軽視できない労働トラブル
あなたにとって、従業員は、以下のどれにあたるだろう?
①俺が食わしてやってる下僕
②会社が儲けるための道具
③苦労を分かち合う仲間・家族
答えが③の方は、きっとこのコラムを読まなくても大丈夫だろうが、特に①②の方は注意が必要だ。
時勢を反映してか、執筆者事務所も含め、各専門家や相談機関に寄せられる労働トラブルの相談件数は増加の一途をたどっている。この世の中の流れを、敏感に感じとっているだろうか?
「賃金の支払いが遅れている」「残業代が支払われない」「突然解雇された」という従業員側の相談。会社側は、「業績不振で支払えない」「人件費を削らないと経営が成り立たない」という答え。事情は分からないでもないが、そうは言っても、従業員側からの労働基準監督署に対する法令違反の申告や裁判所への訴訟提起は止めようがない。もしそんなことになると、経営者や会社は、時間的・金銭的・精神的・信用的に多大な負担を被ることになる。

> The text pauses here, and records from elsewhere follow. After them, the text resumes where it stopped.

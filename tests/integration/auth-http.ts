// Drives the real Auth.js route handlers (app/api/auth/[...nextauth]) in-process: a tiny cookie
// jar, the CSRF step, password sign-in, sign-out and reading the session.
import { NextRequest } from "next/server";
import { handlers } from "@/auth";

export class AuthClient {
  readonly cookies = new Map<string, string>();

  constructor(
    readonly origin = "http://app.test",
    readonly extraHeaders: Record<string, string> = {},
  ) {}

  private cookieHeader(): string {
    return [...this.cookies].map(([k, v]) => `${k}=${v}`).join("; ");
  }

  private keep(response: Response): void {
    for (const line of response.headers.getSetCookie()) {
      const [pair = "", ...attrs] = line.split(";");
      const eq = pair.indexOf("=");
      const name = pair.slice(0, eq).trim();
      const value = pair.slice(eq + 1).trim();
      const expired = attrs.some((a) => /max-age=0\b/i.test(a.trim()) || /expires=Thu, 01 Jan 1970/i.test(a.trim()));
      if (!value || expired) this.cookies.delete(name);
      else this.cookies.set(name, value);
    }
  }

  async request(path: string, init: { method?: "GET" | "POST"; form?: Record<string, string>; headers?: Record<string, string> } = {}): Promise<Response> {
    const method = init.method ?? "GET";
    const headers: Record<string, string> = { ...this.extraHeaders, ...init.headers };
    if (this.cookies.size) headers.cookie = this.cookieHeader();
    let body: string | undefined;
    if (init.form) {
      headers["content-type"] = "application/x-www-form-urlencoded";
      body = new URLSearchParams(init.form).toString();
    }
    const request = new NextRequest(new URL(path, this.origin), { method, headers, body });
    const response = await (method === "GET" ? handlers.GET(request) : handlers.POST(request));
    this.keep(response);
    return response;
  }

  async csrf(): Promise<string> {
    const response = await this.request("/api/auth/csrf");
    return ((await response.json()) as { csrfToken: string }).csrfToken;
  }

  async signInWithPassword(email: string, password: string): Promise<Response> {
    const csrfToken = await this.csrf();
    return this.request("/api/auth/callback/credentials", { method: "POST", form: { csrfToken, email, password, callbackUrl: `${this.origin}/clubs` } });
  }

  async requestLink(email: string): Promise<Response> {
    const csrfToken = await this.csrf();
    return this.request("/api/auth/signin/email", { method: "POST", form: { csrfToken, email, callbackUrl: `${this.origin}/clubs` } });
  }

  async signOut(): Promise<Response> {
    const csrfToken = await this.csrf();
    return this.request("/api/auth/signout", { method: "POST", form: { csrfToken } });
  }

  /** The session as /api/auth/session answers it: null when there is none. */
  async session(): Promise<{ user?: { id?: string; email?: string } } | null> {
    const response = await this.request("/api/auth/session");
    const body = (await response.json()) as { user?: { id?: string; email?: string } } | null;
    return body && body.user ? body : null;
  }

  sessionCookie(): string | undefined {
    return this.cookies.get("authjs.session-token");
  }
}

それを防ぐには、やはり常日頃から就業規則や三六協定の届出、賃金台帳、労働者名簿など諸規程や労働関係業務の流れを把握・整備し、証拠確保しておくことが大切である。便利な抜け道などはない。軽く考えているととんでもないことに…。例えば、司法書士や弁護士が残業代請求する場合、いきなり会社の銀行口座を押さえることがある。いざとなって痛い目を見ないように、専門家に少々費用を払ってでも、まともな労働管理を行うことをお勧めする。
まぁ、そもそも一番いいのは経営者の本心が③であり、日頃の言動に表れていることと思うのだが。